EMV reduces fraud a whole lot for card-present payments. It does absolutely
zero for online transactions, due to some unfortunate history around (not)
integrating chip readers into laptops and desktop computers.

------
davidf18
This article had been submitted earlier:
[https://news.ycombinator.com/item?id=10577790](https://news.ycombinator.com/item?id=10577790)

Apple Pay is the best solution. It is quick and since Apple sends a token and
not the CC number there is perfect security from hackers as long as the bank
ensures that the correct CC is entered in the iPhone. In other words, Apple
Pay does not depend on merchants updating their software.

Target and later Lowes (and perhaps Neiman-Marcus) were hacked because they
were running their POS terminals on Windows XP embedded which had been last
updated in 2006 (the embedded version).

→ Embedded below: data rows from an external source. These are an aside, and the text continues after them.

"""The table of estimates: keys, alignment with the market, holes, and what a user is told."""

from __future__ import annotations

from pathlib import Path

import numpy as np
import pandas as pd
import pytest

from lineproof import store
from lineproof.estimation import estimate_betas, estimates_of
from lineproof.frames import BETAS, contract
from lineproof.problems import KnownProblem

MONTHS = pd.date_range("2001-01-31", periods=40, freq="ME", unit="ms")
OPTIONS = {"name": "short", "estimator": "ols", "window": 12, "min_obs": 6}


def market_of(returns: np.ndarray, dates: pd.DatetimeIndex = MONTHS) -> pd.DataFrame:
    return pd.DataFrame({"date": dates, "market_excess": returns, "riskless": 0.002})


def panel_of(securities: dict[str, pd.Series]) -> pd.DataFrame:
    """Excess returns by date for each security, in the layout of the panel."""
    parts = [
        pd.DataFrame({"security": name, "date": series.index, "excess_return": series.to_numpy()})
        for name, series in securities.items()
    ]
    return pd.concat(parts, ignore_index=True).astype({"date": "datetime64[ms]"})


def draw(seed: int) -> tuple[np.ndarray, pd.Series]:
    rng = np.random.default_rng(seed)
    market = rng.normal(0.005, 0.04, len(MONTHS))
    return market, pd.Series(0.001 + 1.1 * market + rng.normal(0, 0.05, len(MONTHS)), MONTHS)


def test_each_estimate_uses_the_months_up_to_its_date() -> None:
    market, first = draw(1)
    late = (0.5 * first).iloc[15:]
    holes = first.drop(MONTHS[[20, 21, 22]])
    table = estimates_of(
        panel_of({"A": first, "B": late, "C": holes}), market_of(market), **OPTIONS
    )
    BETAS.validate(table)
    factor = pd.Series(market, MONTHS)
    expected = []
    for name, series in (("A", first), ("B", late), ("C", holes)):
        for date in series.index:
            since = date - pd.offsets.MonthEnd(OPTIONS["window"])
            seen = series[(series.index > since) & (series.index <= date)]
            if len(seen) >= OPTIONS["min_obs"]:
                slope, intercept = np.polyfit(factor[seen.index], seen, 1)
                expected.append((name, date, slope, intercept, len(seen)))
    want = pd.DataFrame(expected, columns=["security", "date", "beta", "alpha", "n_obs"])
    assert table["security"].tolist() == want["security"].tolist()
    assert table["date"].tolist() == want["date"].tolist()
    assert table["n_obs"].tolist() == want["n_obs"].tolist()
    # Rounding of a least-squares fit on 6 to 12 well-spread months.
    np.testing.assert_allclose(table["beta"], want["beta"], rtol=1e-10)
    np.testing.assert_allclose(table["alpha"], want["alpha"], rtol=1e-8, atol=1e-14)


def test_a_month_the_market_lacks_does_not_count() -> None:
    market, series = draw(2)
    short = market_of(market).drop(index=[10])
    table = estimates_of(panel_of({"A": series}), short, **OPTIONS).set_index("date")
    assert table.loc[MONTHS[9], "n_obs"] == 10
    assert table.loc[MONTHS[10], "n_obs"] == 10  # a row at the date, without its own pair
    assert table.loc[MONTHS[11], "n_obs"] == 11


def test_an_estimate_is_made_at_a_row_without_a_return() -> None:
    market, series = draw(3)
    series.iloc[30] = np.nan
    table = estimates_of(panel_of({"A": series}), market_of(market), **OPTIONS)
    assert table.set_index("date").loc[MONTHS[30], "n_obs"] == 11


def test_a_market_longer_than_the_panel_changes_nothing() -> None:
    market, series = draw(4)
    panel = panel_of({"A": series.iloc[12:30]})
    whole = estimates_of(panel, market_of(market), **OPTIONS)
    cut = estimates_of(panel, market_of(market).iloc[12:30], **OPTIONS)
    pd.testing.assert_frame_equal(whole, cut, check_exact=True)


def test_no_estimate_at_all_says_what_to_change() -> None:
    market, series = draw(5)
    with pytest.raises(KnownProblem) as short:
        estimates_of(panel_of({"A": series.iloc[:5]}), market_of(market), **OPTIONS)
    assert "betas.short: no security has 6 months of returns within 12 months" in str(short.value)
    with pytest.raises(KnownProblem) as flat:
        estimates_of(panel_of({"A": series}), market_of(np.full(40, 0.1)), **OPTIONS)
    assert "the market's return is the same in every month" in str(flat.value)


def test_what_an_estimator_cannot_use_is_said() -> None:
    market, series = draw(5)
    panel, table = panel_of({"A": series}), market_of(market)
    sample = {"name": "short", "window": 12}
    with pytest.raises(KnownProblem, match="12 months of returns that downside can use within 12"):
        estimates_of(panel, table, estimator="downside", min_obs=12, **sample)
    brief = {"estimator": "exponential", "min_obs": 6, "own": {"half_life": 0.01}}
    with pytest.raises(KnownProblem, match="does not vary among the months that count"):
        estimates_of(panel, table, **brief, **sample)


def test_pieces_without_an_estimate_are_passed_over(tmp_path: Path) -> None:
    market, series = draw(8)
    young, old = panel_of({"A": series.iloc[:5]}), panel_of({"B": series})
    pieces = estimate_betas([young, old, young.assign(security="C")], market_of(market), **OPTIONS)
    store.write_together(pieces, {"betas": tmp_path / "betas.parquet"})
    found = store.read_table(tmp_path / "betas.parquet")
    assert found["security"].unique().tolist() == ["B"]
    alone = estimate_betas([young], market_of(market), **OPTIONS)
    with pytest.raises(KnownProblem, match="no security has 6 months of returns"):
        store.write_together(alone, {"betas": tmp_path / "none.parquet"})
    assert not (tmp_path / "none.parquet").exists()


DAYS = pd.bdate_range("2001-01-02", "2001-08-31", unit="ms").delete([30, 31, 77])
IN_DAYS = {"name": "short", "estimator": "ols", "window": 50, "min_obs": 20, "returns": "daily"}


def draw_days(seed: int) -> tuple[np.ndarray, dict[str, pd.Series]]:
    """A market of days and three securities: one whole, one with holes, one that leaves within a month."""
    rng = np.random.default_rng(seed)
    market = rng.normal(0.0004, 0.01, len(DAYS))
    own = pd.Series(0.0001 + 1.2 * market + rng.normal(0, 0.02, len(DAYS)), DAYS)
    missing = (0.3 * own).mask(rng.random(len(DAYS)) < 0.1)
    holes = missing[rng.random(len(DAYS)) > 0.2]
    return market, {"A": own, "B": holes, "C": own[DAYS <= "2001-06-11"]}


def fit_slowly(
    series: pd.Series, factor: pd.Series, until: pd.Timestamp
) -> tuple[float, float, int] | None:
    """Slope, intercept and number of days over the last trading days up to `until`."""
    days = DAYS[until >= DAYS][-IN_DAYS["window"] :]
    seen = series[series.index.isin(days)].dropna()
    if len(seen) < IN_DAYS["min_obs"]:
        return None
    return (*np.polyfit(factor[seen.index], seen, 1), len(seen))


@pytest.mark.parametrize("dated", ["daily", "monthly"])
@pytest.mark.parametrize("seed", range(5))
def test_daily_returns_give_estimates_at_ends_of_months(dated: str, seed: int) -> None:
    market, securities = draw_days(seed)
    table = estimates_of(panel_of(securities), market_of(market, DAYS), dated=dated, **IN_DAYS)
    contract("betas", dated).validate(table)
    factor = pd.Series(market, DAYS)
    expected = []
    for name, series in securities.items():
        for month in pd.period_range("2001-01", "2001-08", freq="M"):
            last = max(day for day in DAYS if day.to_period("M") == month)
            there = (
                (series.index == last) if dated == "daily" else series.index.to_period("M") == month
            )
            found = fit_slowly(series, factor, last) if there.any() else None
            if found is not None:
                date = last if dated == "daily" else month.end_time.normalize()
                expected.append((name, date, *found))
    want = pd.DataFrame(expected, columns=["security", "date", "beta", "alpha", "n_obs"])
    for column in ("security", "date", "n_obs"):
        assert table[column].tolist() == want[column].tolist(), column
    # Rounding of a least-squares fit on 20 to 50 well-spread days.
    np.testing.assert_allclose(table["beta"], want["beta"], rtol=1e-10)
    np.testing.assert_allclose(table["alpha"], want["alpha"], rtol=1e-8, atol=1e-14)


def test_securities_may_be_categories() -> None:
    market, securities = draw_days(6)
    panel, factor = panel_of(securities), market_of(market, DAYS)
    plain = estimates_of(panel, factor, dated="daily", **IN_DAYS)
    names = pd.CategoricalDtype(pd.Index(["Z", "C", "B", "A"], dtype="str"))
    coded = estimates_of(panel.astype({"security": names}), factor, dated="daily", **IN_DAYS)
    assert isinstance(coded["security"].dtype, pd.CategoricalDtype)
    pd.testing.assert_frame_equal(coded.astype({"security": str}), plain, check_exact=True)


def test_a_day_on_which_the_market_is_closed_is_no_period() -> None:
    market, securities = draw_days(7)
    odd = pd.Series([9.0, 9.0], pd.to_datetime(["2001-03-03", "2001-09-03"]))
    more = {"A": pd.concat([securities["A"], odd]).sort_index()}
    with_odd, without = (
        estimates_of(panel_of(each), market_of(market, DAYS), dated="daily", **IN_DAYS)
        for each in (more, {"A": securities["A"]})
    )
    pd.testing.assert_frame_equal(with_odd, without, check_exact=True)


def test_messages_about_days_speak_of_days() -> None:
    market, securities = draw_days(8)
    short = panel_of({"A": securities["A"].iloc[:10]})
    with pytest.raises(KnownProblem) as caught:
        estimates_of(short, market_of(market, DAYS), dated="daily", **IN_DAYS)
    assert "no security has 20 days of returns within 50 days" in str(caught.value)


@pytest.mark.fault(33)
def test_a_window_longer_than_the_sample_is_refused() -> None:
    market, series = draw(6)
    panel = panel_of({"A": series})
    assert len(estimates_of(panel, market_of(market), **{**OPTIONS, "window": 40})) > 0
    with pytest.raises(KnownProblem) as told:
        estimates_of(panel, market_of(market), **{**OPTIONS, "window": 41})
    assert str(told.value) == (
        "No beta can be estimated.\n"
        "  betas.short.window: a window of 41 months is longer than the sample, which has 40\n"
        "    → shorten window"
    )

Microsoft told the retailers such as
Target and Lowes to update their POS terminal software to Windows 7 embedded
which is still supported yet they ignored this manufacturer recommendation.

At any rate, the quickest, most efficient approach is to use Apple Pay when
you can and all retailers should support it for its efficiency of use and its
security.

------
joshmn
Kind of a rant, sorry.

Chips are great, but in-store fraud transactions (from unauthorized purchases)
have scaled downward, until...

Google Wallet, and Apple Pay.

In fact, it's now easier to perform in-store credit card fraud, thanks to such
technologies.

This is important because stores are becoming more and more complacent with
chip tech, when what they should really be doing is not allowing transactions
via Google Wallet, Apple Pay, or any similar technologies.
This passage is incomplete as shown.